Cult clashes, ritualist activities especially by Badoo group and armed robbery which led to the deaths of about 652 persons from the figures available in the Nigeria Police records and statistics compiled between January and September 2019. Thousands of families have also been displaced by Cults activities who hunt for their targets across states based on their network and affiliation with other gangs.
Ikorodu is at present danger – prone and ridden with the violent activities of men of the underworld who prey on unsuspecting and defenseless victims. Cult wars and gang violence have exacerbated the climate of violence, lawlessness and fear across the country. There is hardly a day when some young men, women and close relatives of abducted cult initiates would not fall victims to this ongoing spectre of criminal violence.
Law enforcement authorities usually respond slowly not at all, and provide minimal investigate support to victims. The rapid response squad policing’s capacity and emergency response capability of this outfit and other supportive anti-crime mechanism continue to grow, but remain in the nascent state.
Decades of corruption and mismanagement of budgetary allocation to the military and police institution have weakened these organizations. A case in point is the US$2.1Billion arms deal funds which were meant for the procurement of arms for Nigeria’s military but were shared to various persons and companies. The loot was supervised by Former National Security Adviser, Sambo Dasuki now being prosecuted by the Economic and Financial Crimes Commission (EFCC). The former NSA is reported to have implicated several prominent persons in the deal including former governors, ex-ministers and prominent officials.
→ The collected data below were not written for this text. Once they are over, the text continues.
package store

import (
	"bytes"
	"encoding/binary"
	"errors"
	"fmt"
	"io"
	"os"
)

// bbolt's on-disk page format (bbolt v1.5, internal/common/page.go), in the
// native byte order, which is little-endian on every platform built here
// (amd64, arm64, armv7).
const (
	fsPageHeader  = 16 // id uint64, flags uint16, count uint16, overflow uint32
	fsElemSize    = 16 // branch: pos, ksize uint32, pgid uint64; leaf: flags, pos, ksize, vsize uint32
	fsBucketHdr   = 16 // a bucket value: root pgid uint64, sequence uint64; an inline page follows when root is 0
	fsBranch      = 0x01
	fsLeaf        = 0x02
	fsBucketEntry = 0x01
)

var le = binary.LittleEndian

// fsck checks the pages of a bbolt file by reading them with ReadAt, not
// through a memory map, so no damage can fault. It enforces everything
// bbolt's own free-page scan asserts or reports (that scan runs on a
// goroutine of its own at every writable open of a NoFreelistSync file, and
// there any problem ends the process): each page reachable from root once,
// below the high-water mark hwm, a branch or a leaf, with its header naming
// its own id; elements inside the page; keys in order within each page and
// within the range its parent gives; bucket values well formed. It also
// rejects a file shorter than hwm pages.
func fsck(f io.ReaderAt, size int64, pageSize int, hwm, root uint64) error {
	if hwm < 2 || hwm > uint64(size)/uint64(pageSize) {
		return fmt.Errorf("file is %d bytes but its pages reach %d (truncated?)", size, hwm*uint64(pageSize))
	}
	c := &checker{f: f, ps: pageSize, hwm: hwm, seen: make([]bool, hwm)}
	_, err := c.tree(root, nil, nil, 0)
	return err
}

type checker struct {
	f    io.ReaderAt
	ps   int
	hwm  uint64
	seen []bool
}

// maxDepth bounds the tree depth (a cycle is caught by seen; this only
// keeps a hostile but acyclic file from recursing deeply).
const maxDepth = 64

// tree checks the subtree at id whose keys must lie in [lo, hi) (nil = open)
// and returns its largest key.
func (c *checker) tree(id uint64, lo, hi []byte, depth int) ([]byte, error) {
	if depth > maxDepth {
		return nil, fmt.Errorf("page %d: tree deeper than %d", id, maxDepth)
	}
	p, err := c.page(id)
	if err != nil {
		return nil, err
	}
	flags, count := le.Uint16(p[8:]), int(le.Uint16(p[10:]))
	if fsPageHeader+count*fsElemSize > len(p) {
		return nil, fmt.Errorf("page %d: %d elements do not fit", id, count)
	}
	switch flags {
	case fsBranch:
		return c.branch(id, p, count, lo, hi, depth)
	case fsLeaf:
		return c.leaf(id, p, count, lo, hi, depth, false)
	}
	return nil, fmt.Errorf("page %d: type flags %#x, want a branch or a leaf", id, flags)
}

// page reads page id and its overflow pages, marking them reachable.
func (c *checker) page(id uint64) ([]byte, error) {
	if id < 2 || id >= c.hwm {
		return nil, fmt.Errorf("page %d: outside 2..%d", id, c.hwm-1)
	}
	hdr := make([]byte, fsPageHeader)
	if _, err := c.f.ReadAt(hdr, int64(id)*int64(c.ps)); err != nil {
		return nil, fmt.Errorf("page %d: %w", id, err)
	}
	if got := le.Uint64(hdr); got != id {
		return nil, fmt.Errorf("page %d: header says page %d", id, got)
	}
	over := uint64(le.Uint32(hdr[12:]))
	if over >= c.hwm-id {
		return nil, fmt.Errorf("page %d: %d overflow pages run past the high-water mark", id, over)
	}
	for i := id; i <= id+over; i++ {
		if c.seen[i] {
			return nil, fmt.Errorf("page %d: referenced more than once", i)
		}
		c.seen[i] = true
	}
	p := make([]byte, int(over+1)*c.ps)
	if _, err := c.f.ReadAt(p, int64(id)*int64(c.ps)); err != nil {
		return nil, fmt.Errorf("page %d: %w", id, err)
	}
	return p, nil
}

// span returns p[off+pos : off+pos+n] or an error when it leaves p.
func span(p []byte, off int, pos, n uint32) ([]byte, error) {
	a := uint64(off) + uint64(pos)
	b := a + uint64(n)
	if b > uint64(len(p)) {
		return nil, errors.New("element data outside its page")
	}
	return p[a:b], nil
}

func (c *checker) branch(id uint64, p []byte, count int, lo, hi []byte, depth int) ([]byte, error) {
	if count == 0 {
		return nil, fmt.Errorf("branch page %d is empty", id)
	}
	keys := make([][]byte, count)
	kids := make([]uint64, count)
	for i := range count {
		off := fsPageHeader + i*fsElemSize
		k, err := span(p, off, le.Uint32(p[off:]), le.Uint32(p[off+4:]))
		if err != nil {
			return nil, fmt.Errorf("branch page %d element %d: %w", id, i, err)
		}
		keys[i], kids[i] = k, le.Uint64(p[off+8:])
	}
	run := lo
	var last []byte
	for i := range count {
		if err := keyOrder(id, i, keys[i], run, hi); err != nil {
			return nil, err
		}
		next := hi
		if i+1 < count {
			next = keys[i+1]
		}
		m, err := c.tree(kids[i], keys[i], next, depth+1)
		if err != nil {
			return nil, err
		}
		run, last = m, m
	}
	return last, nil
}

func (c *checker) leaf(id uint64, p []byte, count int, lo, hi []byte, depth int, inline bool) ([]byte, error) {
	run := lo
	for i := range count {
		off := fsPageHeader + i*fsElemSize
		fl, pos, ks, vs := le.Uint32(p[off:]), le.Uint32(p[off+4:]), le.Uint32(p[off+8:]), le.Uint32(p[off+12:])
		k, err := span(p, off, pos, ks)
		if err != nil {
			return nil, fmt.Errorf("leaf page %d element %d: %w", id, i, err)
		}
		v, err := span(p, off, pos+ks, vs)
		if err != nil || pos+ks < pos {
			return nil, fmt.Errorf("leaf page %d element %d: value outside its page", id, i)
		}
		if err := keyOrder(id, i, k, run, hi); err != nil {
			return nil, err
		}
		run = k
		if fl&fsBucketEntry == 0 {
			continue
		}
		if inline {
			return nil, fmt.Errorf("inline bucket in page %d holds a bucket", id)
		}
		if err := c.bucket(id, v, depth); err != nil {
			return nil, fmt.Errorf("bucket %q: %w", k, err)
		}
	}
	if count > 0 {
		return run, nil
	}
	return nil, nil
}

// bucket checks a bucket value: a root page, or an inline leaf page.
func (c *checker) bucket(id uint64, v []byte, depth int) error {
	if len(v) < fsBucketHdr {
		return fmt.Errorf("page %d: bucket value of %d bytes", id, len(v))
	}
	if r := le.Uint64(v); r != 0 {
		_, err := c.tree(r, nil, nil, depth+1)
		return err
	}
	in := v[fsBucketHdr:]
	if len(in) < fsPageHeader {
		return fmt.Errorf("page %d: inline bucket of %d bytes", id, len(in))
	}
	count := int(le.Uint16(in[10:]))
	if le.Uint16(in[8:]) != fsLeaf || fsPageHeader+count*fsElemSize > len(in) {
		return fmt.Errorf("page %d: malformed inline bucket", id)
	}
	_, err := c.leaf(id, in, count, nil, nil, depth+1, true)
	return err
}

// keyOrder applies bbolt's rules: the first key not below lo, each later
// one above the one before, every key below hi.
func keyOrder(id uint64, i int, k, prev, hi []byte) error {
	if prev != nil {
		if cmp := bytes.Compare(prev, k); cmp > 0 || (i > 0 && cmp == 0) {
			return fmt.Errorf("page %d: key %d (%x) out of order", id, i, k)
		}
	}
	if hi != nil && bytes.Compare(k, hi) >= 0 {
		return fmt.Errorf("page %d: key %d (%x) not below its parent's next key", id, i, k)
	}
	return nil
}

// fsckFile runs fsck on path with the meta values bbolt chose.
func fsckFile(path string, pageSize int, hwm, root uint64) error {
	f, err := os.Open(path)
	if err != nil {
		return err
	}
	defer f.Close()
	fi, err := f.Stat()
	if err != nil {
		return err
	}
	return fsck(f, fi.Size(), pageSize, hwm, root)
}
The spiraling violence from the various criminal groups remains unchecked except for promises by the ruling authorities to design and implement novel mechanisms to tackle the challenge.
Nigeria, given her economic, cultural and demographic might must use its influence and power to contribute to peace in West Africa and the broader African region; especially as its stability has an inextricable impact on the peace, progress, and prosperity of the continent. Nigerian foreign policy has historically focused on this. In recent decades, Nigeria has contributed to the de-escalation of conflicts in Liberia, Sierra Leone and most recently in the Gambia. Nigeria must continue along this path. To live up to the title of the ‘Giant of Africa’, it is imperative that Nigeria puts out the fires in its country and on its doorstep. President Buhari must take these issues seriously and ensure that Nigeria moves away from this seemingly perpetual cycle of conflict and instability and realizes its potential as a formidable African power.